Dr. Inman, as with everything else, supposes that the Egyptian tau is a phallic symbol, and that the Swastika is simply a conjunction of four such symbols pointing to one centre. Every varied form of the cross, and every junction of cross and circle, however diversified, is explained by him to have a mystical signification implying union of the two great powers of Nature!
Dr. J. G. Muller (Geschichte der Amerikanischen Urreligionen, p. 497), speaking of the cross venerated amongst the Indians of America as a god of rain, writes:-"It is just the simpleness of its form which renders an interpretation difficult, because it admits of too many possibilities. All attempts thus far made....unite in the conception of the fructifying energy of Nature. Hence it appears in connection with sun-gods and the Ephesian goddess, and it is also the fitting symbol of the rain-god of tropical lands, whom it represents, as stated by the natives." He appears to lean towards the phallic origin of the pre-Christian cross as the theory most reasonable to be accepted. And to this view also Professor Max Muller seems to incline.
Mr. Baldwin, in his Ancient America (New York, 1879, p. 186), alludes to the symbol as a proof of a former union between the old world and the new. "Religious symbols are found in American ruins which remind us of those of the Phoenicians, such as figures of the serpent, which appear constantly, and the cross, supposed by some to represent the mounting of the magnetic needle, which was among the emblems peculiar to the goddess Astarte.

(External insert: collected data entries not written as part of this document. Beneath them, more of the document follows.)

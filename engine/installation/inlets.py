"""Subsonic inlets: what a duct of each type leaves of the ram pressure, as data with its source.

What shocks take above Mach 1 comes on top: ``standard_ram_recovery`` in ``engine.parts.inlet``.
"""

from __future__ import annotations

from collections.abc import Mapping
from dataclasses import dataclass

from engine.errors import InputRefused

_RAYMER = "Raymer, Aircraft Design: A Conceptual Approach, 6th ed., chapter 13, at Eqs 13.5-13.8"


@dataclass(frozen=True)
class InletType:
    """An inlet with its duct.

    Attributes
    ----------
    total_pressure_recovery : engine-face over free-stream total pressure, subsonic
    source : where the value stands
    """

    total_pressure_recovery: float
    source: str


# Raymer gives the podded one as "0.98 or better".
INLET_TYPES: Mapping[str, InletType] = {
    "podded": InletType(0.98, _RAYMER),
    "straight duct": InletType(0.96, _RAYMER),
    "S-duct": InletType(0.94, _RAYMER),
}


def inlet_type(name: str) -> InletType:
    """The inlet type of a name.

    Raises
    ------
    InputRefused
        for a name that is none; the message lists those there are.
    """
    if name not in INLET_TYPES:
        allowed = ", ".join(f"'{known}'" for known in INLET_TYPES)
        raise InputRefused(f"'{name}' is no inlet type; there are {allowed}")
    return INLET_TYPES[name]
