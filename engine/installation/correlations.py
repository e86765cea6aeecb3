"""Size and mass of an engine from its thrust and airflow: statistics, wrong by 10 to 50 %.

Against the published engines at hand (tests/published/test_engine_installation.py) the masses come
out from 16 % light to 33 % heavy without an afterburner and 27 to 51 % heavy for the one with it:
a known mass is always the better one.
"""

from __future__ import annotations

from dataclasses import dataclass
from math import exp, pi, sqrt

_POUND = 0.45359237  # kg
_POUND_FORCE = 4.4482216152605  # N
_FOOT = 0.3048  # m
_HORSEPOWER = 745.69987158227  # W
_RAYMER = "Raymer, Aircraft Design, 6th ed."

# Fan of the Energy Efficient Engine at maximum climb, NASA CR-168219, Tables XIV to XXIII.
SPECIFIC_AIRFLOW = 208.9  # kg/(s m2), corrected, per annulus area
HUB_TIP_RATIO = 0.342

# The same engine, Table XXVI: with inlet, reverser, cowl, pylon, exhaust and build-up, over bare.
# 1.3 is common practice, no source.
INSTALLED_MASS_RATIO = 4465.0 / 3473.0

# Bypass ratios that Raymer's equations are for: dry as he gives it, afterburning from memory.
HIGHEST_BYPASS_RATIO = 6.0
HIGHEST_AFTERBURNING_BYPASS_RATIO = 1.0


def fan_diameter(corrected_airflow: float) -> float:
    """Tip diameter [m] of the fan, or of the first compressor stage.

    ``corrected_airflow`` [kg/s] is the greatest that the engine takes in. Continuity alone:
    ``W = specific airflow * pi / 4 * D^2 * (1 - hub-tip ratio^2)``, with both ratios of the
    Energy Efficient Engine.
    """
    annulus = corrected_airflow / SPECIFIC_AIRFLOW
    return sqrt(4.0 * annulus / (pi * (1.0 - HUB_TIP_RATIO**2)))


@dataclass(frozen=True)
class BareEngine:
    """An engine without its installation, estimated.

    Attributes
    ----------
    mass : [kg], dry; of a turboprop with its gearbox, without its propeller
    length : [m]
    diameter : [m], greatest; None where the nacelle's is better had from the fan's
    source : of these estimates
    doubts : sentences on estimates outside what they are for
    """

    mass: float
    length: float
    diameter: float | None
    source: str
    doubts: tuple[str, ...] = ()


def jet_engine(
    static_thrust: float, bypass_ratio: float, greatest_mach: float, *, has_afterburner: bool
) -> BareEngine:
    """Turbojet or turbofan of a greatest sea-level static thrust [N], reheat included.

    ``bypass_ratio`` is 0 for a turbojet; ``greatest_mach`` is what the engine is built for.
    Source: Raymer, Aircraft Design: A Conceptual Approach, 6th ed., Eqs 10.1-10.15.
    """
    thrust = static_thrust / _POUND_FORCE
    if has_afterburner:
        pounds = 0.063 * thrust**1.1 * greatest_mach**0.25 * exp(-0.81 * bypass_ratio)
        feet = 0.255 * thrust**0.4 * greatest_mach**0.2
        highest, kind = HIGHEST_AFTERBURNING_BYPASS_RATIO, "with"
    else:
        pounds = 0.084 * thrust**1.1 * exp(-0.045 * bypass_ratio)
        feet = 0.185 * thrust**0.4 * greatest_mach**0.2
        highest, kind = HIGHEST_BYPASS_RATIO, "without"
    doubts: tuple[str, ...] = ()
    if bypass_ratio > highest:
        doubts = (
            f"dry mass is estimated at bypass ratio {bypass_ratio:.3g} by equations for engines "
            f"{kind} an afterburner up to {highest:g}; give dry_mass if it is known",
        )
    return BareEngine(pounds * _POUND, feet * _FOOT, None, f"{_RAYMER}, Eqs 10.1-10.15", doubts)


def turboprop(shaft_power: float) -> BareEngine:
    """Turboprop of a greatest sea-level static shaft power [W].

    Source: Raymer, Aircraft Design: A Conceptual Approach, table of propeller engines in chapter
    10 (from memory): mass 1.67 hp^0.803 lb, length 0.35 hp^0.373 ft, diameter 0.8 hp^0.120 ft.
    """
    power = shaft_power / _HORSEPOWER
    return BareEngine(
        mass=1.67 * power**0.803 * _POUND,
        length=0.35 * power**0.373 * _FOOT,
        diameter=0.8 * power**0.120 * _FOOT,
        source=f"{_RAYMER}, turboprops (from memory)",
        doubts=(
            "dry mass of a turboprop is estimated by an equation recalled, not read; give dry_mass "
            "if it is known",
        ),
    )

Mr. Hodder M. Westropp gives in the Indian Antiquary, vol. VII, 18'78, p. 119, his views on the origin of the Greek archaic cross, stating that it appears to him "to be evidently derived from the punch-marks on early Greek coins," and that it is different from the swastika in the fact that the arms are turned to the left instead of to the right. The swastika, he thinks, cannot possibly be older than the sixth century B.C., "as Buddha died about 540 B.C." But Schliemann's description of the finding the whorls, and the illustrations appended to his _Troy and its Remains_, show that many of these whorls were found more than 40 feet below the earliest Greek remains, and that both forms, turning left and turning right, were in common use.

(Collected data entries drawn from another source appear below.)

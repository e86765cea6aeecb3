"""The nacelle around an engine: its outer shape, its wetted area, its friction."""

from __future__ import annotations

from dataclasses import dataclass
from math import pi

# Raymer, Aircraft Design: A Conceptual Approach, 6th ed., equivalent skin friction of a civil
# transport: separation and interference in normal flight are inside it.
FRICTION_COEFFICIENT = 0.0026
_INLET_LENGTH_RATIO = 0.6  # of the fan's diameter; common practice, no source
_COWL_OVER_ENGINE = 1.2  # diameters, where no fan sets the nacelle's; common practice, no source


@dataclass(frozen=True)
class NacelleProportions:
    """Shape of a nacelle by ratios.

    Attributes
    ----------
    fan_cowl_share : length of the fan cowl over that of the nacelle; the rest is gas generator
    forebody_share : lip to greatest diameter, over the length of the fan cowl
    cowl_exit_ratio : diameter at the fan cowl's end over the greatest
    gas_generator_ratio : diameter of the gas generator's cowl over the nacelle's greatest
    gas_generator_exit_ratio : diameter at its end over its own
    plug_length_share : length of the plug over that of the nacelle
    plug_ratio : diameter of the plug over the nacelle's greatest
    """

    fan_cowl_share: float = 1.0
    forebody_share: float = 0.35
    cowl_exit_ratio: float = 0.67
    gas_generator_ratio: float = 0.0
    gas_generator_exit_ratio: float = 1.0
    plug_length_share: float = 0.0
    plug_ratio: float = 0.0


# Torenbeek, Synthesis of Subsonic Airplane Design, nacelle geometry (from memory), for a fan cowl
# of a share phi of the length: greatest diameter at 0.35 (full) or 0.21 / sqrt(phi) of the cowl,
# cowl exit at 1 - phi^2 / 3 of the diameter, gas generator's end at 0.55 of its own.
# Where the short cowl ends, the gas generator's diameter and the plug: common practice, no source.
FULL_COWL = NacelleProportions()
SHORT_COWL = NacelleProportions(
    fan_cowl_share=0.65,
    forebody_share=0.26,
    cowl_exit_ratio=0.86,
    gas_generator_ratio=0.55,
    gas_generator_exit_ratio=0.55,
    plug_length_share=0.10,
    plug_ratio=0.20,
)


def nacelle_length(engine_length: float, fan_diameter: float) -> float:
    """Lip to nozzle [m]: the bare engine and ahead of it an inlet of 0.6 fan diameters.

    The inlet's length is common practice, no source.
    """
    return engine_length + _INLET_LENGTH_RATIO * fan_diameter


def maximum_diameter(fan_diameter: float, length: float, engine_diameter: float | None) -> float:
    """Greatest diameter [m] of a nacelle of a length [m]: fan + 0.06 length + 0.03 m.

    An engine with a diameter of its own, a turboprop, has 1.2 times that (common practice).

    Source: Torenbeek, Synthesis of Subsonic Airplane Design, nacelle geometry (from memory), for
    a full-length cowl, with the fan's diameter as that of his inlet.
    """
    if engine_diameter is not None:
        return _COWL_OVER_ENGINE * engine_diameter
    return fan_diameter + 0.06 * length + 0.03


def wetted_area(
    length: float, diameter: float, lip_diameter: float, proportions: NacelleProportions
) -> float:
    """Outer wetted area [m2] of fan cowl, gas generator and plug.

    Source: Roskam, Airplane Design, Part II, Eqs 12.5-12.7 (after Torenbeek). In his letters:
    l_n, D_n the fan cowl; l_1 its lip to its greatest diameter; D_hl the lip; D_ef the cowl's
    end; l_g, D_g, D_eg the gas generator; l_p, D_p the plug.
    """
    p = proportions
    l_n, D_n, D_hl = p.fan_cowl_share * length, diameter, lip_diameter
    ahead = p.forebody_share
    fan_cowl = (
        l_n
        * D_n
        * (2.0 + 0.35 * ahead + 0.8 * ahead * D_hl / D_n + 1.15 * (1.0 - ahead) * p.cowl_exit_ratio)
    )
    l_g, D_g = (1.0 - p.fan_cowl_share) * length, p.gas_generator_ratio * diameter
    gas_generator = 0.0
    if l_g > 0.0:
        slenderness = 1.0 - 0.18 * (D_g / l_g) ** (5.0 / 3.0)
        taper = 1.0 - p.gas_generator_exit_ratio
        gas_generator = pi * l_g * D_g * (1.0 - taper * slenderness / 3.0)
    plug = 0.7 * pi * (p.plug_length_share * length) * (p.plug_ratio * diameter)
    return fan_cowl + gas_generator + plug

The above are only a few of the theories on the origin of this symbol which appear to have been entertained amongst recent writers. It would be interesting to collect others. For the present, let students of Archmology choose for themselves. By and by, no doubt, further light will be thrown on the origin of archaic Indian Symbolism till much that is now dark enough becomes plain. For myself, I boldly range myself under Mr. Thomas's sun-standard; and I cherish the conviction that many of the signs and symbols venerated amongst the Indian races, both Buddhistic and Brahmanical, will hereafter be traced to an origin in a (so-called) "primeval" sun-worship, existent in Central or Western Asia prior to the migration of the Aryans, and possibly drawing much of its ceremonial from Chaldea, Assyria, and even Egypt.